Some Nationals Players Starting To Question
Team's Willingness To Increase Payroll
The tone of the members of the Nationals organization "has begun to alter as the club wrings its hands that ownership has not made a single investment in a prime free agent over the last two winters or made an important trade that increased payroll," according to Thomas Boswell of the WASHINGTON POST. The Nationals entered '08 with MLB's 26th-highest payroll, and the budget for '09 "may fall by nearly $20[M] from its current $55[M]." Nationals Owner Ted Lerner said of signing free agents, "This offseason, we're going to give consideration to going to other places we haven't been. But it has to make sense." Boswell writes Lerner was "certainly hinting," but "again not promising." Sources added that the Nationals "are already willing to make trades of the kind that add perhaps [$6-8M] a year to payroll," but bigger signings "have met resistance at the top." Boswell notes the Nationals rank 19th in attendance in MLB, averaging 29,379 fans this season.
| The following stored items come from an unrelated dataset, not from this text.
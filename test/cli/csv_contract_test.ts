import { describe, it } from "node:test";
import { expect } from "expect";
import { parse } from "csv-parse/sync";
import { ROOT, runCli } from "../_run_cli.ts";
import { csvHeader } from "../../lib/analysis/csv_headers.ts";

const stone = `${ROOT}test/fixtures/colour/cr_corundum_1nm.csv`;
const spinel = `${ROOT}test/fixtures/colour/co_spinel_1nm.csv`;

/** Parses CSV output and checks the header is the documented one (keys through the mapping). */
function parseChecked(stdout: string, keys: string[]): Record<string, string>[] {
  const rows = parse(stdout, { columns: true, bom: true }) as Record<string, string>[];
  const header = parse(stdout, { to_line: 1 })[0] as string[];
  expect(header).toEqual(keys.map(csvHeader));
  expect(rows.length).toBeGreaterThan(0);
  return rows;
}

/** Boolean columns must read true/false, never blank (issue 11 item 7). */
function expectBooleans(rows: Record<string, string>[], keys: string[]) {
  for (const row of rows) {
    for (const k of keys) expect(["true", "false"]).toContain(row[csvHeader(k)]);
  }
}

const COLOR_KEYS = [
  "sample",
  "file",
  "illuminant",
  "observer",
  "pathMm",
  "X",
  "Y",
  "Z",
  "x",
  "y",
  "L",
  "a",
  "b",
  "C",
  "h",
  "uPrime",
  "vPrime",
  "dominantNm",
  "complementary",
  "purity",
  "srgb",
  "srgbOutOfGamut",
  "p3",
  "p3OutOfGamut",
  "method",
  "extrapolated",
];

describe("--csv of every row command parses as CSV with the documented header", () => {
  it("color", async () => {
    const r = await runCli("color", stone, "--thickness", "2", "--path", "4", "--csv");
    expect(r.code).toBe(0);
    const rows = parseChecked(r.stdout, COLOR_KEYS);
    expect(rows.length).toBe(2); // D65 and A, 2° observer
    expectBooleans(rows, ["complementary", "srgbOutOfGamut", "p3OutOfGamut", "extrapolated"]);
    expect(rows.map((x) => x["observer"])).toEqual(["2", "2"]);
  });

  it("change", async () => {
    const r = await runCli("change", stone, "--csv");
    expect(r.code).toBe(0);
    parseChecked(r.stdout, [
      "sample",
      "file",
      "from",
      "to",
      "observer",
      "dE00",
      "dEab",
      "dL",
      "dC",
      "dh",
      "L1",
      "a1",
      "b1",
      "C1",
      "h1",
      "L2",
      "a2",
      "b2",
      "C2",
      "h2",
      "adapt",
      "pathMm",
    ]);
  });

  it("series (one row per path, --step honoured)", async () => {
    const r = await runCli(
      "series",
      stone,
      "--thickness",
      "2",
      "--from",
      "1",
      "--to",
      "3",
      "--step",
      "0.5",
      "--csv",
    );
    expect(r.code).toBe(0);
    const rows = parseChecked(r.stdout, [
      "sample",
      "file",
      "illuminant",
      "observer",
      "pathMm",
      "L",
      "a",
      "b",
      "C",
      "h",
      "srgb",
    ]);
    expect(rows.map((x) => Number(x["path (mm)"]))).toEqual([1, 1.5, 2, 2.5, 3]);
  });

  it("pleochroism", async () => {
    const r = await runCli("pleochroism", stone, spinel, "--thickness", "2", "--csv");
    expect(r.code).toBe(0);
    const rows = parseChecked(r.stdout, [
      "sampleO",
      "sampleE",
      "illuminant",
      "observer",
      "pathMm",
      "Lo",
      "ao",
      "bo",
      "Co",
      "ho",
      "Le",
      "ae",
      "be",
      "Ce",
      "he",
      "Lu",
      "au",
      "bu",
      "Cu",
      "hu",
      "dE00oe",
      "srgbO",
      "srgbE",
      "srgbU",
    ]);
    expect(rows[0]!["L* (o)"]).toBeTruthy();
  });

  it("metamerism", async () => {
    const r = await runCli("metamerism", stone, spinel, "--test", "A,F11", "--csv");
    expect(r.code).toBe(0);
    const rows = parseChecked(r.stdout, [
      "sample1",
      "sample2",
      "reference",
      "test",
      "observer",
      "mismatchReference",
      "indexAb",
      "index00",
    ]);
    expect(rows.length).toBe(2);
  });

  it("bands", async () => {
    const r = await runCli("bands", stone, "--csv");
    expect(r.code).toBe(0);
    parseChecked(r.stdout, [
      "sample",
      "file",
      "band",
      "shape",
      "centerCm1",
      "centerCm1Sigma",
      "centerNm",
      "centerNmSigma",
      "fwhmCm1",
      "fwhmCm1Sigma",
      "height",
      "heightSigma",
      "area",
      "areaSigma",
      "assignment",
    ]);
  });

  it("calibrate and predict", async () => {
    const dir = await Deno.makeTempDir();
    const c = await runCli(
      "calibrate",
      `${ROOT}spectra/standards/standards.csv`,
      "--band-nm",
      "555",
      "--out",
      `${dir}/cal.json`,
      "--csv",
    );
    expect(c.code).toBe(0);
    const [cal] = parseChecked(c.stdout, [
      "metric",
      "mode",
      "unit",
      "alphaBase",
      "slope",
      "intercept",
      "slopeSigma",
      "interceptSigma",
      "r2",
      "syx",
      "lod",
      "loq",
      "n",
    ]);
    expect(cal!["alpha base"]).toBe("e");
    expect(JSON.parse(await Deno.readTextFile(`${dir}/cal.json`)).alphaBase).toBe("e");
    const p = await runCli(
      "predict",
      `${ROOT}spectra/standards/STD-3.csv`,
      "--thickness",
      "2",
      "--calibration",
      `${dir}/cal.json`,
      "--csv",
    );
    expect(p.code).toBe(0);
    const rows = parseChecked(p.stdout, [
      "sample",
      "file",
      "response",
      "responseSigma",
      "concentration",
      "concentrationSigma",
      "halfWidth95",
      "unit",
      "outsideRange",
    ]);
    expectBooleans(rows, ["outsideRange"]);
  });

  it("segregation", async () => {
    const dir = await Deno.makeTempDir();
    // an invented profile following Scheil with k = 0.5, C0 = 1 exactly (closed form)
    const g = [0.1, 0.3, 0.5, 0.7, 0.9];
    await Deno.writeTextFile(
      `${dir}/p.csv`,
      "fraction,concentration\n" + g.map((x) => `${x},${0.5 * (1 - x) ** -0.5}`).join("\n"),
    );
    const r = await runCli("segregation", `${dir}/p.csv`, "--csv");
    expect(r.code).toBe(0);
    const [row] = parseChecked(r.stdout, ["k", "kSigma", "c0", "c0Sigma", "n", "residualRms"]);
    expect(Number(row!["k_eff"])).toBeCloseTo(0.5, 6);
  });

  it("aim", async () => {
    const r = await runCli(
      "aim",
      "--target",
      "50,20,-20",
      "--path",
      "2",
      "--dopant",
      `Cr=${stone}`,
      "--thickness",
      "2",
      "--csv",
    );
    expect([0, 2]).toContain(r.code);
    const rows = parseChecked(r.stdout, [
      "dopant",
      "level",
      "levelUnit",
      "sensitivity",
      "pathMm",
      "L",
      "a",
      "b",
      "dE00",
      "illuminant",
      "observer",
      "reachable",
    ]);
    expectBooleans(rows, ["reachable"]);
    expect(rows[0]!["level unit"]).toBe(`× unit spectrum ${stone}`);
  });
});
Lerner said, "We met all our objectives on the realistic numbers. We expected to draw 2.2 to 2.4 million and we'll end up at 2.3 million. We've reduced prices on 7,500 seats for next season. ... It takes time to build a club, but the money we are taking in is not going anywhere but into this team." However, Boswell notes "all around the Lerner family ... are members of the organization who are starting to worry." Boswell: "Not mutiny. Not doubting his family's pledges two years ago to do what was necessary to build a champion. But fretting. A lot. With good reason." The Nationals' future, "which seemed so bright on Opening Night in a new ballpark, has turned progressively darker as this injury-demolished year has dragged toward its end" (WASHINGTON POST, 9/17).